JGBB is the front or closest half (Fall Reno 2019) to the camera and GCI is the back half (Fall Reno 2020). GCI may be slightly darker or the slightly brown section separating the two may be throwing off the color cohesiveness. Curious to see how it establishes over spring. No lawn stripe pics were taken since it was wet from a recent rain.

The slightly brown section has been there for a couple of seasons now and is located below a downspout. Since I tend to put down fertilizer whenever there is anticipated rainfall, maybe more of it gets washed away. Or it needs to be aerated. It is also in a slight depression. I never got around to aerating or lightly overseeding the established sections last fall. 


The bare areas below are from dog urine burns that have slowly accumulated over the last 1.5yrs. Since no major reno is planned, the goal is to lightly overseed and level some uneven areas in the fall.

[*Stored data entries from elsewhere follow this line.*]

parsed_time parse_clock(std::string_view text) {
  // Split at the last two colons: hours are optional and of any length.
  const std::size_t c2 = text.rfind(':');
  if (c2 == std::string_view::npos) return fail(time_status::syntax);
  const std::size_t c1 = c2 == 0 ? std::string_view::npos : text.rfind(':', c2 - 1);
  std::int64_t hours = 0;
  std::size_t mm_pos = 0;
  if (c1 != std::string_view::npos) {
    const std::string_view h = text.substr(0, c1);
    if (h.empty() || h.size() > 12) return fail(time_status::syntax);
    for (char c : h)
      if (!is_digit(c)) return fail(time_status::syntax);
    std::from_chars(h.data(), h.data() + h.size(), hours);
    mm_pos = c1 + 1;
  }
  if (c2 - mm_pos != 2) return fail(time_status::syntax);
  // Without hours, "01:30" could be hours and minutes: the short form needs its fraction.
  if (c1 == std::string_view::npos && text.size() <= c2 + 3) return fail(time_status::syntax);
  const int minutes = fixed_digits(text, mm_pos, 2);
  const int seconds = fixed_digits(text, c2 + 1, 2);
  if (minutes < 0 || seconds < 0) return fail(time_status::syntax);
  std::string_view rest = text.substr(c2 + 3);
  time_ns fraction = 0;
  if (!rest.empty()) {
    if (rest[0] != '.' || rest.size() == 1) return fail(time_status::syntax);
    for (char c : rest.substr(1))
      if (!is_digit(c)) return fail(time_status::syntax);
    std::string with_zero = "0";
    with_zero += rest;
    const parsed_time f = parse_seconds(with_zero);
    if (!f) return f;
    fraction = f.value;  // may round up to a whole second; still exact arithmetic below
  }
  if (minutes > 59 || seconds > 59) return fail(time_status::bad_field);
  const i128 total =
      (static_cast<i128>(hours) * 3600 + minutes * 60 + seconds) * ns_per_second + fraction;
  if (total > time_max) return fail(time_status::out_of_range);
  return ok(static_cast<time_ns>(total));
}

parsed_time frame_time(std::int64_t frame, rational rate) {
  if (rate.num <= 0 || rate.den <= 0) return fail(time_status::needs_rate);
  const i128 t = round_div(static_cast<i128>(frame) * rate.den * ns_per_second, rate.num);
  if (t > time_max || t < -time_max) return fail(time_status::out_of_range);
  return ok(static_cast<time_ns>(t));
}

time_ns duration_value::at(rational rate) const {
  if (!frames) return ns;
  const parsed_time t = frame_time(*frames, rate);
  return t ? t.value : std::numeric_limits<time_ns>::max();
}

std::optional<duration_value> parse_duration(std::string_view text) {
  duration_value d;
  parsed_time t;
  if (text.ends_with("ms")) {
    t = parse_milliseconds(text.substr(0, text.size() - 2));
  } else if (text.ends_with("f")) {
    std::int64_t n = 0;
    const std::string_view digits = text.substr(0, text.size() - 1);
    auto [p, ec] = std::from_chars(digits.data(), digits.data() + digits.size(), n);
    if (digits.empty() || ec != std::errc{} || p != digits.data() + digits.size() || n < 0)
      return std::nullopt;
    d.frames = n;
    return d;
  } else {
    t = parse_seconds(text.ends_with("s") ? text.substr(0, text.size() - 1) : text);
  }
  if (!t || t.value < 0) return std::nullopt;
  d.ns = t.value;
  return d;
}

std::string format_duration(const duration_value& d) {
  if (d.frames) return std::to_string(*d.frames) + "f";
  return format_seconds(d.ns) + "s";
}

parsed_time parse_frames(std::string_view text, std::optional<rational> rate) {
  std::int64_t frame = 0;
  const char* end = text.data() + text.size();
  auto [p, ec] = std::from_chars(text.data(), end, frame);
  if (ec == std::errc::result_out_of_range) return fail(time_status::out_of_range);
  if (ec != std::errc{} || p != end) return fail(time_status::syntax);
  if (!rate) return fail(time_status::needs_rate);
  return frame_time(frame, *rate);
}

parsed_time parse_timecode(std::string_view text, std::optional<rational> rate,
                           std::int64_t* frames_out) {
  // hh:mm:ss:ff or hh:mm:ss;ff — hours two or more digits.
  const std::size_t last = text.find_last_of(":;");
  if (last == std::string_view::npos || last < 8) return fail(time_status::syntax);
  const bool drop = text[last] == ';';
  const std::string_view clock = text.substr(0, last);
  const std::string_view ff = text.substr(last + 1);
  if (ff.empty() || ff.size() > 3) return fail(time_status::syntax);
  for (char c : ff)
    if (!is_digit(c)) return fail(time_status::syntax);
  const std::size_t c2 = clock.rfind(':');
  if (c2 == std::string_view::npos || c2 == 0) return fail(time_status::syntax);
  const std::size_t c1 = clock.rfind(':', c2 - 1);
  if (c1 == std::string_view::npos || c1 < 2 || c2 != c1 + 3 || clock.size() != c2 + 3)
    return fail(time_status::syntax);
  std::int64_t hours = 0;
  for (char c : clock.substr(0, c1)) {
    if (!is_digit(c) || hours > 1'000'000'000) return fail(time_status::syntax);
    hours = hours * 10 + (c - '0');
  }
  const int minutes = fixed_digits(clock, c1 + 1, 2);
  const int seconds = fixed_digits(clock, c2 + 1, 2);
  if (minutes < 0 || seconds < 0) return fail(time_status::syntax);
  if (!rate) return fail(time_status::needs_rate);
  int frame = 0;
  for (char c : ff)
    frame = frame * 10 + (c - '0');
  const std::int64_t fps = nominal_fps(*rate);
  if (minutes > 59 || seconds > 59 || frame >= fps) return fail(time_status::bad_field);
  i128 count = (static_cast<i128>(hours) * 3600 + minutes * 60 + seconds) * fps + frame;
  if (drop) {
    // SMPTE ST 12-1 drop-frame, as worded for ttp:dropMode in TTML2: frame numbers 0 and 1
    // (0–3 at 60000/1001) are left out at the start of every minute not divisible by ten.
    if (!(rate->den == 1001 && (rate->num == 30000 || rate->num == 60000)))
      return fail(time_status::not_drop_rate);
    const int dropped = rate->num == 30000 ? 2 : 4;
    if (seconds == 0 && frame < dropped && minutes % 10 != 0) return fail(time_status::bad_field);
    const i128 total_minutes = static_cast<i128>(hours) * 60 + minutes;
    count -= dropped * (total_minutes - total_minutes / 10);
  }
  if (count > std::numeric_limits<std::int64_t>::max() / 2) return fail(time_status::out_of_range);
  if (frames_out) *frames_out = static_cast<std::int64_t>(count);
  return frame_time(static_cast<std::int64_t>(count), *rate);
}

std::size_t format_seconds_to(time_ns t, char* out) {
  std::uint64_t m = magnitude(t);
  char* p = out;
  if (t < 0) *p++ = '-';
  p = std::to_chars(p, p + 24, m / ns_per_second).ptr;
  std::uint64_t ns = m % ns_per_second;
  if (ns != 0) {
    // Most times are whole milliseconds or microseconds: drop those zeros in one step each.
    int width = 9;
    if (ns % 1'000'000 == 0) {
      ns /= 1'000'000;
      width = 3;
    } else if (ns % 1000 == 0) {
      ns /= 1000;
      width = 6;
    }
    while (ns % 10 == 0) {
      ns /= 10;
      --width;
    }
    *p++ = '.';
    char digits[12];
    const char* end = std::to_chars(digits, digits + sizeof digits, ns).ptr;
    for (auto pad = width - (end - digits); pad > 0; --pad)
      *p++ = '0';
    for (const char* d = digits; d < end; ++d)
      *p++ = *d;
  }
  return static_cast<std::size_t>(p - out);
}

std::string format_seconds(time_ns t) {
  char buf[32];
  return std::string(buf, format_seconds_to(t, buf));
}

std::string format_clock_exact(time_ns t) {
  const std::uint64_t m = magnitude(t);
  return (t < 0 ? "-" : "") + hours_minutes_seconds(m / ns_per_second) +
         fraction(m % ns_per_second);
}

std::string format_clock(time_ns t, int decimals) {
  decimals = decimals < 0 ? 0 : decimals > 9 ? 9 : decimals;
  std::uint64_t unit = 1;
  for (int k = decimals; k < 9; ++k)
    unit *= 10;
  std::uint64_t m = magnitude(t);
  m = (m / unit + (m % unit * 2 >= unit ? 1 : 0)) * unit;  // rounded at the shown precision
  std::string s = (t < 0 ? "-" : "") + hours_minutes_seconds(m / ns_per_second);
  if (decimals > 0) {
    std::uint64_t frac = m % ns_per_second / unit;
    std::string digits(static_cast<std::size_t>(decimals), '0');
    for (int k = decimals - 1; k >= 0; --k, frac /= 10)
      digits[static_cast<std::size_t>(k)] = static_cast<char>('0' + frac % 10);
    s += '.' + digits;
  }
  return s;
}

}  // namespace tiers
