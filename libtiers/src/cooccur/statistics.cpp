// The statistics of a 2×2 co-occurrence table: Fisher's exact test in log space, Dunning's G²,
// the log odds ratio with Woolf's interval, PMI, and Benjamini–Hochberg adjustment.
#include <algorithm>
#include <cmath>
#include <limits>
#include <numeric>

#include "tiers/cooccur.hpp"

namespace tiers {
namespace {

using real = long double;  // 64 bits of mantissa: log-probabilities of tables in the billions

// The hypergeometric distribution of O11 given the margins: R1 of N rows are x, C1 columns y.
struct hypergeometric {
  real r1, c1, n;
  std::uint64_t lo, hi;  // the support of O11

  hypergeometric(std::uint64_t r1_, std::uint64_t c1_, std::uint64_t n_)
      : r1(static_cast<real>(r1_)),
        c1(static_cast<real>(c1_)),
        n(static_cast<real>(n_)),
        lo(c1_ + r1_ > n_ ? c1_ + r1_ - n_ : 0),
        hi(std::min(r1_, c1_)) {}

  static real log_choose(real a, real b) {
    return std::lgamma(a + 1) - std::lgamma(b + 1) - std::lgamma(a - b + 1);
  }
  // ln P(O11 = k), from the log-gamma function.
  real log_p(std::uint64_t k) const {
    const real kk = static_cast<real>(k);
    return log_choose(r1, kk) + log_choose(n - r1, c1 - kk) - log_choose(n, c1);
  }
  // ln P(k + 1) − ln P(k): exact ratios, so that sums relative to one term stay precise.
  real log_step_up(std::uint64_t k) const {
    const real kk = static_cast<real>(k);
    return std::log((r1 - kk) * (c1 - kk)) - std::log((kk + 1) * (n - r1 - c1 + kk + 1));
  }
  std::uint64_t mode() const {
    const real m = std::floor((r1 + 1) * (c1 + 1) / (n + 2));
    return std::clamp(static_cast<std::uint64_t>(m), lo, hi);
  }

  // ln Σ P(k) from `from` outward (`up`: k = from, from + 1, …; else down), where the terms
  // fall away from the mode: each term relative to the first, until the rest cannot matter.
  real log_tail(std::uint64_t from, bool up, real log_first) const {
    real sum = 1, term = 1;  // relative to the first term
    for (std::uint64_t k = from;;) {
      if (up ? k >= hi : k <= lo) break;
      const real step = up ? log_step_up(k) : -log_step_up(k - 1);
      k = up ? k + 1 : k - 1;
      term *= std::exp(step);
      sum += term;
      if (term < sum * 1e-20L) break;
    }
    return log_first + std::log(sum);
  }

  // The first k going outward from the mode (`up`: above it) whose ln P is at most `bound`;
  // nothing when none is. ln P falls monotonically on each side of the mode.
  std::optional<std::uint64_t> first_at_most(real bound, bool up) const {
    const std::uint64_t m = mode();
    std::uint64_t a = up ? m + 1 : lo, b = up ? hi : (m == 0 ? 0 : m - 1);
    if (up ? m >= hi : m <= lo) return std::nullopt;
    if (up ? log_p(b) > bound : log_p(a) > bound) return std::nullopt;
    // Up: the smallest k in [a, b] with ln P(k) ≤ bound; down: the largest.
    while (a < b) {
      if (up) {
        const std::uint64_t mid = a + (b - a) / 2;
        if (log_p(mid) <= bound)
          b = mid;
        else
          a = mid + 1;
      } else {
        const std::uint64_t mid = a + (b - a + 1) / 2;
        if (log_p(mid) <= bound)
          a = mid;
        else
          b = mid - 1;
      }
    }
    return a;
  }
};

real log_sum(real a, real b) {
  if (a == -std::numeric_limits<real>::infinity()) return b;
  if (b == -std::numeric_limits<real>::infinity()) return a;
  const real m = std::max(a, b);
  return m + std::log(std::exp(a - m) + std::exp(b - m));
}

double probability(real log_p) {
  return static_cast<double>(std::min<real>(1, std::exp(log_p)));
}

constexpr double z95 = 1.959963984540054;  // the 97.5th percentile of the standard normal

}  // namespace

fisher_p fisher_exact(std::uint64_t o11, std::uint64_t o12, std::uint64_t o21, std::uint64_t o22) {
  const std::uint64_t r1 = o11 + o12, c1 = o11 + o21, n = r1 + o21 + o22;
  fisher_p out;
  if (n == 0) return out;
  const hypergeometric h(r1, c1, n);
  if (h.lo == h.hi) return out;  // one table only
  const std::uint64_t m = h.mode();
  const real log_obs = h.log_p(o11);
  constexpr real none = -std::numeric_limits<real>::infinity();

  // One-sided, P(X ≥ o11): summed directly above the mode; below it, 1 − P(X < o11).
  if (o11 > m)
    out.greater = probability(h.log_tail(o11, true, log_obs));
  else if (o11 > h.lo)
    out.greater = static_cast<double>(
        std::max<real>(0, 1 - std::exp(h.log_tail(o11 - 1, false, h.log_p(o11 - 1)))));

  // Two-sided: every table no more likely than this one (R's tolerance), on both sides.
  if (o11 == m) return {1, out.greater};
  const real bound = log_obs + std::log1p(1e-7L);
  const bool above = o11 > m;
  real total = h.log_tail(o11, above, log_obs);
  if (const auto j = h.first_at_most(bound, !above))
    total = log_sum(total, h.log_tail(*j, !above, h.log_p(*j)));
  else
    total = log_sum(total, none);
  out.two_sided = probability(total);
  return out;
}

double log_likelihood_g2(std::uint64_t o11, std::uint64_t o12, std::uint64_t o21,
                         std::uint64_t o22) {
  const real a = static_cast<real>(o11), b = static_cast<real>(o12), c = static_cast<real>(o21),
             d = static_cast<real>(o22);
  const real n = a + b + c + d;
  if (n == 0) return 0;
  auto cell = [&](real o, real row, real col) {
    return o == 0 ? 0 : o * std::log(o * n / (row * col));
  };
  const real g = 2 * (cell(a, a + b, a + c) + cell(b, a + b, b + d) + cell(c, c + d, a + c) +
                      cell(d, c + d, b + d));
  return static_cast<double>(std::max<real>(0, g));
}

pair_statistics table_statistics(std::uint64_t o11, std::uint64_t r1, std::uint64_t c1,
                                 std::uint64_t n) {
  pair_statistics s;
  s.count = o11;
  s.a_total = r1;
  s.b_total = c1;
  const std::uint64_t o12 = r1 - o11, o21 = c1 - o11, o22 = n - r1 - c1 + o11;
  const real e = static_cast<real>(r1) * static_cast<real>(c1) / static_cast<real>(n);
  s.expected = static_cast<double>(e);
  s.ratio = static_cast<double>(static_cast<real>(o11) / e);
  s.g2 = log_likelihood_g2(o11, o12, o21, o22);
  const fisher_p f = fisher_exact(o11, o12, o21, o22);
  s.fisher_p = f.two_sided;
  s.fisher_p_greater = f.greater;
  const bool zero = o11 == 0 || o12 == 0 || o21 == 0 || o22 == 0;
  const real add = zero ? 0.5L : 0;
  const real a = o11 + add, b = o12 + add, c = o21 + add, d = o22 + add;
  const real lor = std::log(a) + std::log(d) - std::log(b) - std::log(c);
  const real se = std::sqrt(1 / a + 1 / b + 1 / c + 1 / d);
  s.log_odds = static_cast<double>(lor);
  s.log_odds_low = static_cast<double>(lor - z95 * se);
  s.log_odds_high = static_cast<double>(lor + z95 * se);
  s.pmi = o11 == 0 ? -std::numeric_limits<double>::infinity()
                   : static_cast<double>(std::log2(static_cast<real>(o11) / e));
  return s;
}

std::vector<double> benjamini_hochberg(const std::vector<double>& p) {
  const std::size_t m = p.size();
  std::vector<std::size_t> order(m);
  std::iota(order.begin(), order.end(), std::size_t{0});
  std::stable_sort(order.begin(), order.end(),
                   [&](std::size_t a, std::size_t b) { return p[a] < p[b]; });
  std::vector<double> out(m);
  double running = 1;
  for (std::size_t r = m; r-- > 0;) {
    const std::size_t k = order[r];
    running = std::min(running, p[k] * static_cast<double>(m) / static_cast<double>(r + 1));
    out[k] = std::min(1.0, running);
  }
  return out;
}

}  // namespace tiers
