// The permutation test of co-occurrence: tier B shifted circularly within each recording.
#include <map>
#include <string_view>
#include <unordered_map>

#include "detail/hash.hpp"
#include "detail/random.hpp"
#include "spans.hpp"
#include "tiers/cooccur.hpp"
#include "tiers/text.hpp"

namespace tiers {

time_ns latest_end(const tier& a, const tier& b) {
  time_ns end = 0;
  for (const tier* t : {&a, &b})
    for (const annotation& x : t->annotations)
      end = std::max({end, x.end, x.start});
  return end;
}

permutation_counts count_permutations(const std::vector<label_pair>& pairs,
                                      const std::vector<cooccur_recording>& recordings,
                                      std::uint32_t permutations, std::uint64_t seed) {
  permutation_counts out;
  out.permutations = permutations;
  out.seed = seed;
  out.pairs = pairs;
  // The pairs, by label ids of their own.
  std::unordered_map<std::string, std::uint32_t> a_ids, b_ids;
  std::unordered_map<std::uint64_t, std::size_t> row;  // a·2³² + b → row
  for (std::size_t k = 0; k < pairs.size(); ++k) {
    const auto a =
        a_ids.try_emplace(pairs[k].first, static_cast<std::uint32_t>(a_ids.size())).first;
    const auto b =
        b_ids.try_emplace(pairs[k].second, static_cast<std::uint32_t>(b_ids.size())).first;
    row[(static_cast<std::uint64_t>(a->second) << 32) | b->second] = k;
  }
  std::vector<std::uint64_t> shifted(pairs.size() * permutations, 0);  // [row][permutation]
  for (const cooccur_recording& r : recordings) {
    const cooccur_options& o = r.options;
    auto fold = [&](const std::string& s) { return o.fold_case ? fold_case(s) : s; };
    std::vector<detail::a_item> as;
    for (const annotation& x : r.a->annotations) {
      if (x.end < x.start) continue;
      const auto it = a_ids.find(fold(x.text));
      if (it != a_ids.end()) as.push_back({x.start, x.end, it->second});
    }
    const std::vector<std::string> wanted = detail::counted_labels(o);
    const std::vector<detail::b_span> bs =
        detail::b_spans(*r.b, o.window, [&](const std::string& text, std::uint32_t& id) {
          const std::string l = fold(text);
          if (!wanted.empty() && !std::binary_search(wanted.begin(), wanted.end(), l)) return false;
          const auto it = b_ids.find(l);
          if (it == b_ids.end()) return false;
          id = it->second;
          return true;
        });
    if (as.empty() || bs.empty() || r.length <= 0) continue;
    std::uint64_t state = seed ^ detail::fnv1a64(r.name);
    std::vector<detail::b_span> moved;
    for (std::uint32_t p = 0; p < permutations; ++p) {
      const time_ns offset =
          static_cast<time_ns>(detail::uniform_below(state, static_cast<std::uint64_t>(r.length)));
      moved.clear();
      for (const detail::b_span& s : bs) {
        // Shifted by the offset; a span that passes the end goes on from the start.
        const time_ns from = s.from + offset, to = s.to + offset;
        if (from >= r.length)
          moved.push_back({from - r.length, to - r.length, s.label, s.index});
        else if (to > r.length) {
          moved.push_back({from, r.length, s.label, s.index});
          moved.push_back({0, to - r.length, s.label, s.index});
        } else {
          moved.push_back({from, to, s.label, s.index});
        }
      }
      detail::each_cooccurrence(
          as, moved, o.relation, [&](std::size_t k, const std::vector<std::uint32_t>& found) {
            for (const std::uint32_t y : found) {
              const auto it = row.find((static_cast<std::uint64_t>(as[k].label) << 32) | y);
              if (it != row.end()) ++shifted[it->second * permutations + p];
            }
          });
    }
  }
  out.counts.resize(pairs.size());
  for (std::size_t k = 0; k < pairs.size(); ++k)
    out.counts[k].assign(shifted.begin() + static_cast<std::ptrdiff_t>(k * permutations),
                         shifted.begin() + static_cast<std::ptrdiff_t>((k + 1) * permutations));
  return out;
}

void permutation_counts::add(const permutation_counts& other) {
  for (std::size_t k = 0; k < counts.size() && k < other.counts.size(); ++k)
    for (std::size_t p = 0; p < counts[k].size() && p < other.counts[k].size(); ++p)
      counts[k][p] += other.counts[k][p];
}

void set_permutation_p(std::vector<pair_statistics>& table, const permutation_counts& c) {
  std::map<label_pair, std::size_t> row;
  for (std::size_t k = 0; k < c.pairs.size(); ++k)
    row.emplace(c.pairs[k], k);
  for (pair_statistics& s : table) {
    const auto it = row.find({s.a, s.b});
    if (it == row.end()) continue;
    std::uint64_t as_large = 0;
    for (const std::uint64_t shifted : c.counts[it->second])
      as_large += shifted >= s.count;
    s.perm_p = static_cast<double>(1 + as_large) / static_cast<double>(c.permutations + 1);
  }
}

void permutation_test(std::vector<pair_statistics>& table,
                      const std::vector<cooccur_recording>& recordings, std::uint32_t permutations,
                      std::uint64_t seed) {
  std::vector<label_pair> pairs;
  for (const pair_statistics& s : table)
    pairs.emplace_back(s.a, s.b);
  set_permutation_p(table, count_permutations(pairs, recordings, permutations, seed));
}

}  // namespace tiers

Note the empty lot to the left. 5-6 ft tall weeds will eventually appear over the summer. They are my nemesis. I tend to mow and spray glyphosate several feet inward but still get a decent amount of weed seed due to wind.


----------



## Lumalux (Aug 23, 2019)

What is everyone's impression of JG Black Beauty and Black Beauty Ultra? Some have given it glowing reviews, for exceptionally dark turf. Is it durable and drought-resistant? I am in the transition zone, no supplemental irrigation.


----------



## moedank (Sep 10, 2019)

I have been pretty impressed with JGBB Original. It went in and out of summer dormancy just fine and has thicken up a lot over the last 1.5 years. No reseeding needed, except for the dog spots that will need to be taken care of eventually. Yes, it is durable and drought resistant. Though, a couple early morning manual waterings were done during the peak heat and drought period of its first summer as a precautionary measure.

I will provide some comparison pics from late fall 2019 to now. Can't comment on the Ultra, my thinking was the small percentage of KBG wouldn't do as well in a non-irrigated yard in the transition zone. I thought the fescue would eventually crowd it out.


----------



## moedank (Sep 10, 2019)

Lumalux, the pictures below were taken this evening. These are the JGBB Original lawn sections. Grass was cut at 3 inches 4 days ago. No reseeding since the original reno. It looks pretty decent for a Tier 1.5-2 approach. Check out my original post in this thread to see how it has matured.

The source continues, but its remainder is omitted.